◆ TASK DESCRIPTION
Below are the entries. Transcribe exactly the lines from the one with "name: 'none', layers: []" through the one with "pad and covers", ends included, and leave out all others.

◆ RECORDS FOR THE TASK

☆ ☆ ☆ ☆ ☆

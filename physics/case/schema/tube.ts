import { z } from 'zod';
import { d, energy_keV, fileName, name, positive, potential_kV, range, slab } from './common.js';

const potentialRange = z.strictObject({
  min: potential_kV.describe('Least potential, kV.'),
  max: potential_kV.describe('Greatest potential, kV.'),
  step: z.number().positive().max(130).describe('Step between potentials, kV.'),
});

const tube = d.room.tube;
export const tubeSchema = z.strictObject({
  anodeAngle_deg: z
    .number()
    .min(6)
    .max(22)
    .default(tube.anodeAngle_deg)
    .describe('Angle between anode face and central ray, degrees.'),
  ripple_percent: z
    .number()
    .min(0)
    .max(100)
    .default(tube.ripple_percent)
    .describe('(Vmax − Vmin)/Vmax of the potential, percent; 0 for constant.'),
  outputFactor: z
    .number()
    .positive()
    .max(10)
    .default(tube.outputFactor)
    .describe('Output over that of the tube model at 80 kV; readings of output replace it.'),
  inherentFilter: z
    .array(slab)
    .max(20)
    .default(tube.inherentFilter)
    .describe(
      'All between anode and added filter; readings of half-value layer replace it by one thickness of aluminium.',
    ),
  potential_kV: potentialRange
    .default(tube.potential_kV)
    .describe('Potentials the generator can be set to.'),
  power_kW: positive.default(tube.power_kW).describe('Greatest power of the generator, kW.'),
  current_mA: range.default(tube.current_mA).describe('Least and greatest tube current, mA.'),
  exposureTime_ms: range
    .default(tube.exposureTime_ms)
    .describe('Least and greatest exposure time of one frame, ms.'),
  focalSpot_mm: z
    .number()
    .positive()
    .max(10)
    .default(tube.focalSpot_mm)
    .describe('Nominal focal spot, mm.'),
  rating: z
    .array(
      z.strictObject({
        exposureTime_ms: positive.describe('Exposure time, ms.'),
        power_kW: positive.describe('Greatest power for that time, kW.'),
      }),
    )
    .max(200)
    .default(tube.rating)
    .describe("Rows of the tube's rating chart, ascending in time; empty: power_kW at any time."),
  heatPerRun_kJ: positive
    .nullable()
    .default(tube.heatPerRun_kJ)
    .describe('Anode heat the tube may take in one run, kJ; null: not limited.'),
});

const reading = d.room.reading;
export const readingSchema = z.strictObject({
  potential_kV: potential_kV.describe('Tube potential of the reading, kV.'),
  filter: name.default(reading.filter).describe('Added filter in the beam, one of room.filters.'),
  halfValueLayer_mmAl: z
    .number()
    .positive()
    .max(50)
    .nullable()
    .default(reading.halfValueLayer_mmAl)
    .describe(
      "First half-value layer in mm aluminium at the meter, in the room's air; null: not measured.",
    ),
  airKerma_uGy_per_mAs: z
    .number()
    .positive()
    .max(1e5)
    .nullable()
    .default(reading.airKerma_uGy_per_mAs)
    .describe(
      "Output at the meter in the room's air, without backscatter, µGy/mAs; null: not measured.",
    ),
  distance_mm: z
    .number()
    .min(100)
    .max(10000)
    .default(reading.distance_mm)
    .describe('Focal spot to meter, mm.'),
  relativeUncertainty_percent: z
    .number()
    .positive()
    .max(100)
    .default(reading.relativeUncertainty_percent)
    .describe('Standard uncertainty of the reading, percent; weighs it in the fit.'),
});

export const sourceSchema = z.discriminatedUnion('kind', [
  z.strictObject({
    kind: z.literal('monoenergetic').describe('Photons of one energy.'),
    energy_keV: energy_keV.describe('Photon energy, keV.'),
  }),
  z.strictObject({
    kind: z.literal('lines').describe('Photons of several energies.'),
    lines: z
      .array(z.tuple([energy_keV, positive]))
      .min(1)
      .max(1000)
      .describe('Pairs of energy in keV and photons per mm² and mAs at 1 m, or any weight.'),
  }),
  z.strictObject({
    kind: z.literal('spectrum').describe('A spectrum from a file.'),
    file: fileName.describe(
      'CSV file beside the case: energy_keV, fluence_per_mm2_per_keV_per_mAs at 1 m.',
    ),
    rows: z
      .array(z.tuple([z.number(), z.number()]))
      .max(100000)
      .optional()
      .describe(
        'Pairs of energy in keV and photons per mm², keV and mAs; read from the file where left out.',
      ),
  }),
]);
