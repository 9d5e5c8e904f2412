import { z } from 'zod';
import { d, fraction, materialName, name, range, slab } from './common.js';
import { ruleSchema } from './rules.js';
import { readingSchema, sourceSchema, tubeSchema } from './tube.js';

const { strip, ...gridParts } = d.room.gridParts;
export const gridSchema = z.strictObject({
  ratio: z.number().min(1).max(30).describe('Strip height over gap between strips, 10 for 10:1.'),
  strips_per_cm: z.number().min(5).max(200).describe('Strips per cm.'),
  strip: z
    .strictObject({
      material: materialName.default(strip.material).describe('Material of the strips.'),
      thickness_um: z
        .number()
        .positive()
        .max(1000)
        .default(strip.thickness_um)
        .describe('Thickness of a strip, µm.'),
    })
    .prefault({})
    .describe('The absorbing strips.'),
  interspace: z
    .strictObject({ material: materialName.describe('Material between the strips.') })
    .default(gridParts.interspace)
    .describe('What fills the gaps between strips.'),
  cover: z
    .array(slab)
    .max(10)
    .default(gridParts.cover)
    .describe('Cover sheets, front and back together.'),
  measured: z
    .strictObject({
      primaryTransmission: fraction.describe('Measured transmission of primary, a fraction.'),
      scatterTransmission: fraction.describe('Measured transmission of scatter, a fraction.'),
    })
    .nullable()
    .default(gridParts.measured)
    .describe("Measured transmissions, which replace the model's; null: not measured."),
});

const detector = d.room.detector;
export const detectorSchema = z.strictObject({
  material: materialName
    .default(detector.material)
    .describe('Absorber; "ideal" absorbs every photon whole and adds no noise.'),
  arealDensity_mg_per_cm2: z
    .number()
    .positive()
    .max(1e5)
    .default(detector.arealDensity_mg_per_cm2)
    .describe('Mass of absorber per area, mg/cm²: thickness × density × packing.'),
  response: z
    .enum(['energy-integrating', 'counting'])
    .default(detector.response)
    .describe('Whether the signal is absorbed energy or a count of photons.'),
  countingThreshold_keV: z
    .number()
    .min(0)
    .max(150)
    .default(detector.countingThreshold_keV)
    .describe('Least energy that is counted, keV; only where response is counting.'),
  opticalSwank: z
    .number()
    .positive()
    .max(1)
    .default(detector.opticalSwank)
    .describe('Swank factor of light spread and gain, 1 for none; divides the quantum variance.'),
  electronicNoiseKerma_uGy: z
    .number()
    .min(0)
    .max(100)
    .default(detector.electronicNoiseKerma_uGy)
    .describe(
      'Detector air kerma at which electronic noise equals quantum noise, in the beam electronicNoiseBeam, µGy per frame.',
    ),
  electronicNoiseBeam: z
    .enum(['RQA2', 'RQA3', 'RQA4', 'RQA5', 'RQA6', 'RQA7', 'RQA8', 'RQA9', 'RQA10'])
    .default(detector.electronicNoiseBeam)
    .describe('Reference beam in which electronicNoiseKerma_uGy holds.'),
  structureNoise_fraction: fraction
    .default(detector.structureNoise_fraction)
    .describe('Fixed-pattern noise relative to the signal, for 1 mm² at the detector.'),
  glare_fraction: z
    .number()
    .min(0)
    .max(0.9)
    .default(detector.glare_fraction)
    .describe('Share of the signal spread over the whole field as veiling glare.'),
  pixel_mm: z.number().positive().max(10).default(detector.pixel_mm).describe('Pixel pitch, mm.'),
  airKerma_uGy: range
    .default(detector.airKerma_uGy)
    .describe('Least and greatest detector air kerma per frame that the detector takes, µGy.'),
});

const geometry = d.room.geometry;
export const geometrySchema = z.strictObject({
  beam: z
    .enum(['point', 'parallel'])
    .default(geometry.beam)
    .describe('A point source with inverse square, or a parallel beam without.'),
  sourceToDetector_mm: z
    .number()
    .min(100)
    .max(10000)
    .default(geometry.sourceToDetector_mm)
    .describe('Focal spot to detector, mm; the same for every size.'),
  anchor: z
    .enum(['detector', 'table', 'isocentre'])
    .default(geometry.anchor)
    .describe(
      'What stays as patients differ in thickness: the gap to the detector, the distance from source to skin (table), or the middle of the patient (isocentre).',
    ),
  exitToDetector_mm: z
    .number()
    .min(0)
    .max(5000)
    .default(geometry.exitToDetector_mm)
    .describe('Patient exit to detector for the patient as drawn, mm.'),
  field_mm: z
    .tuple([z.number().positive().max(2000), z.number().positive().max(2000)])
    .default([geometry.field_mm[0], geometry.field_mm[1]])
    .describe('Width and height of the field at the detector, mm.'),
  minSourceToSkin_mm: z
    .number()
    .min(0)
    .max(5000)
    .default(geometry.minSourceToSkin_mm)
    .describe('Least distance from focal spot to skin allowed, mm.'),
  referencePoint_mm: z
    .number()
    .min(50)
    .max(10000)
    .default(geometry.referencePoint_mm)
    .describe(
      'Focal spot to the point at which reference air kerma and kerma–area product are stated, in free air before any support, mm.',
    ),
  air: z
    .boolean()
    .default(geometry.air)
    .describe('Air between tube, patient and detector, and at the readings; false: vacuum.'),
});

export const filterSchema = z.strictObject({
  name: name.describe('Name by which techniques, readings and curves call the filter.'),
  layers: z.array(slab).max(10).describe('Its sheets; empty for no filter.'),
});

export const supportSlabSchema = z.strictObject({
  material: materialName.describe('Material of the table, pad or cover.'),
  thickness_mm: z.number().min(0).max(500).describe('Thickness along the beam, mm.'),
  side: z
    .enum(['entrance', 'exit'])
    .default(d.room.supportSlab.side)
    .describe('On which side of the patient it stands in the beam.'),
});

export const roomSchema = z.strictObject({
  name: name.default(d.room.name).describe('Name of the room; no patient identifiers.'),
  tube: tubeSchema.prefault({}).describe('Tube and generator.'),
  source: sourceSchema
    .nullable()
    .default(d.room.source)
    .describe("Spectrum in place of the tube's; null: the tube."),
  readings: z
    .array(readingSchema)
    .max(500)
    .default(d.room.readings)
    .describe(
      "The room's own half-value layers and outputs, which calibrate inherent filter and output.",
    ),
  filters: z
    .array(filterSchema)
    .min(1)
    .max(100)
    .default([{ name: 'none', layers: [] }])
    .describe('Added filters that the room can place in the beam.'),
  support: z
    .array(supportSlabSchema)
    .max(10)
    .default(d.room.support)
    .describe('Table, pad and covers between tube, patient and detector.'),
  geometry: geometrySchema.prefault({}).describe('Distances and field.'),
  grid: gridSchema.nullable().default(d.room.grid).describe('Anti-scatter grid; null: none.'),
  detector: detectorSchema.prefault({}).describe('Image receptor.'),
  rules: z
    .array(ruleSchema)
    .max(50)
    .default(d.room.rules)
    .describe('Legal limits as data, each with source, date and provenance.'),
});
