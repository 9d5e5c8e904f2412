import { z } from 'zod';
import { d, name, remark } from './common.js';

/** What leads the weighing, what is uncertain, what was measured, how it is watched. */
const compare = d.compare;
export const compareSchema = z.strictObject({
  leading: z
    .enum(['sdnr', 'subjectContrast', 'detectedContrast'])
    .default(compare.leading)
    .describe('Quantity that leads the comparison.'),
  primaryDose: z
    .enum([
      'incidentAirKerma',
      'entranceSurfaceAirKerma',
      'kermaAreaProduct',
      'energyImparted',
      'meanAbsorbedDose',
    ])
    .default(compare.primaryDose)
    .describe('Dose quantity set against it.'),
  sdnrMargin_percent: z
    .number()
    .min(0)
    .max(100)
    .default(compare.sdnrMargin_percent)
    .describe(
      'Loss of SdNR against Current, as set, beyond which a saving is called into question, percent.',
    ),
});

export const priorSchema = z.strictObject({
  input: name.describe('Path of the uncertain input.'),
  distribution: z.enum(['normal', 'lognormal', 'uniform']).describe('Form of the distribution.'),
  spread_percent: z
    .number()
    .positive()
    .max(500)
    .describe('Standard deviation, or half width of a uniform one, percent of the value.'),
  sharing: z
    .enum(['shared', 'per technique'])
    .default(d.prior.sharing)
    .describe('Whether all techniques share one draw.'),
  source: z.string().max(1000).default(d.prior.source).describe('Where the spread comes from.'),
});

export const measuredCheckSchema = z.strictObject({
  quantity: z
    .enum(['incidentAirKerma', 'detectorAirKerma', 'sdnr', 'subjectContrast', 'kermaAreaProduct'])
    .describe('Quantity measured.'),
  technique: name.describe('Technique measured, one of techniques.'),
  size: name
    .nullable()
    .default(d.measuredCheck.size)
    .describe('Size measured, one of patient.sizes; null: the patient as drawn.'),
  values: z
    .array(z.number().min(-1e9).max(1e9))
    .min(1)
    .max(1000)
    .describe('Repeated measurements.'),
  unit: z.string().max(100).default(d.measuredCheck.unit).describe('Unit of the values.'),
  date: z.string().max(100).default(d.measuredCheck.date).describe('Date of measurement.'),
  method: remark.default(d.measuredCheck.method).describe('How it was measured.'),
});

export const monitoringSchema = z.strictObject({
  quantity: name.describe('Quantity watched after the change.'),
  interval: name.describe('How often it is looked at.'),
  stopRule: remark
    .default(d.monitoringPlan.stopRule)
    .describe('What would end or reverse the change.'),
});
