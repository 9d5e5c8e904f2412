import { z } from 'zod';
import { d, fraction, materialName, name, positive } from './common.js';

/** A material of the case's own, by mass. */
export const userMaterialSchema = z.strictObject({
  name: name.describe("Name by which the case calls it; none of the built-in materials' names."),
  density_g_per_cm3: z.number().positive().max(30).describe('Density in g/cm³.'),
  formula: z
    .string()
    .min(1)
    .max(200)
    .nullable()
    .default(d.material.formula)
    .describe('Chemical formula such as BaSO4, in place of massFractions.'),
  massFractions: z
    .record(z.string().regex(/^[A-Z][a-z]?$/), fraction)
    .default(d.material.massFractions)
    .describe('Share of the mass by element symbol; sums to 1. Follows from formula where given.'),
});

export const amountSchema = z.strictObject({
  value: z.number().min(0).max(1e5).describe('Amount in its unit.'),
  unit: z
    .enum(['mg element/mL', 'mg compound/mL', 'mmol/mL', '% w/v'])
    .describe(
      'Unit of the amount: mass of the attenuating element, mass or moles of the compound, or grams of compound per 100 mL.',
    ),
});

export const agentSchema = z.strictObject({
  name: name.describe(
    'Agent: iodine, barium sulfate, gadolinium chelate, carbon dioxide and others.',
  ),
  amount: amountSchema.describe('How much agent one mL holds, as it is in the lumen.'),
  carrier: materialName
    .nullable()
    .default(d.task.agent.carrier)
    .describe("Material that carries the agent; null: the agent's own."),
});

export const agentComparedSchema = agentSchema.extend({
  toxicityFactor: positive
    .nullable()
    .default(d.agentCompared.toxicityFactor)
    .describe(
      'Toxic load per gram of element relative to iodine, where a source is at hand; null: none entered.',
    ),
  deliverable_mg_per_mL: positive
    .nullable()
    .default(d.agentCompared.deliverable_mg_per_mL)
    .describe(
      'Greatest concentration that can be delivered, mg of element per mL; null: none entered.',
    ),
  source: z
    .string()
    .max(1000)
    .default(d.agentCompared.source)
    .describe('Where toxicityFactor and deliverable_mg_per_mL come from.'),
});
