import { type Material, namedMaterial } from '../../../materials/index.js';
import type { ScatterDetector } from '../../../physics/scatter/index.js';
import type { Stack, StackLayer } from '../../../physics/stack/stack.js';

/** A named material that must exist. */
export function material(name: string): Material {
  const found = namedMaterial(name);
  if (!found) throw new Error(`${name}: must be a named material`);
  return found;
}

/** Absorbs every photon whole. `edges_keV` adds energy nodes, so that a test can ask for an energy. */
export const idealDetector = (...edges_keV: number[]): ScatterDetector => ({
  efficiency: () => 1,
  energyFraction: () => 1,
  energySquareFraction: () => 1,
  edges_keV,
});

/** Layers of (material, cm) in a geometry; unless said: parallel, contact, 30 × 30 cm at 100 cm. */
export function stackOf(
  layers: readonly (readonly [Material, number])[],
  geometry: Partial<Stack> = {},
): Stack {
  const slabs: StackLayer[] = layers.map(([each, thickness_cm], i) => ({
    name: `${i} ${each.name}`,
    material: each,
    thickness_mm: thickness_cm * 10,
  }));
  const thickness_mm = slabs.reduce((sum, slab) => sum + slab.thickness_mm, 0);
  const { sourceToDetector_mm = 1000, exitToDetector_mm = 0 } = geometry;
  return {
    sizeName: 'test',
    thickness_mm,
    layers: slabs,
    supportEntrance: [],
    supportExit: [],
    beam: 'parallel',
    sourceToDetector_mm,
    sourceToSkin_mm: sourceToDetector_mm - exitToDetector_mm - thickness_mm,
    exitToDetector_mm,
    field_mm: [300, 300],
    air: false,
    ...geometry,
  };
}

☆ ☆ ☆ ☆ ☆

◆ ANSWER
    .default([{ name: 'none', layers: [] }])
    .describe('Added filters that the room can place in the beam.'),
  support: z
    .array(supportSlabSchema)
    .max(10)
    .default(d.room.support)
    .describe('Table, pad and covers between tube, patient and detector.'),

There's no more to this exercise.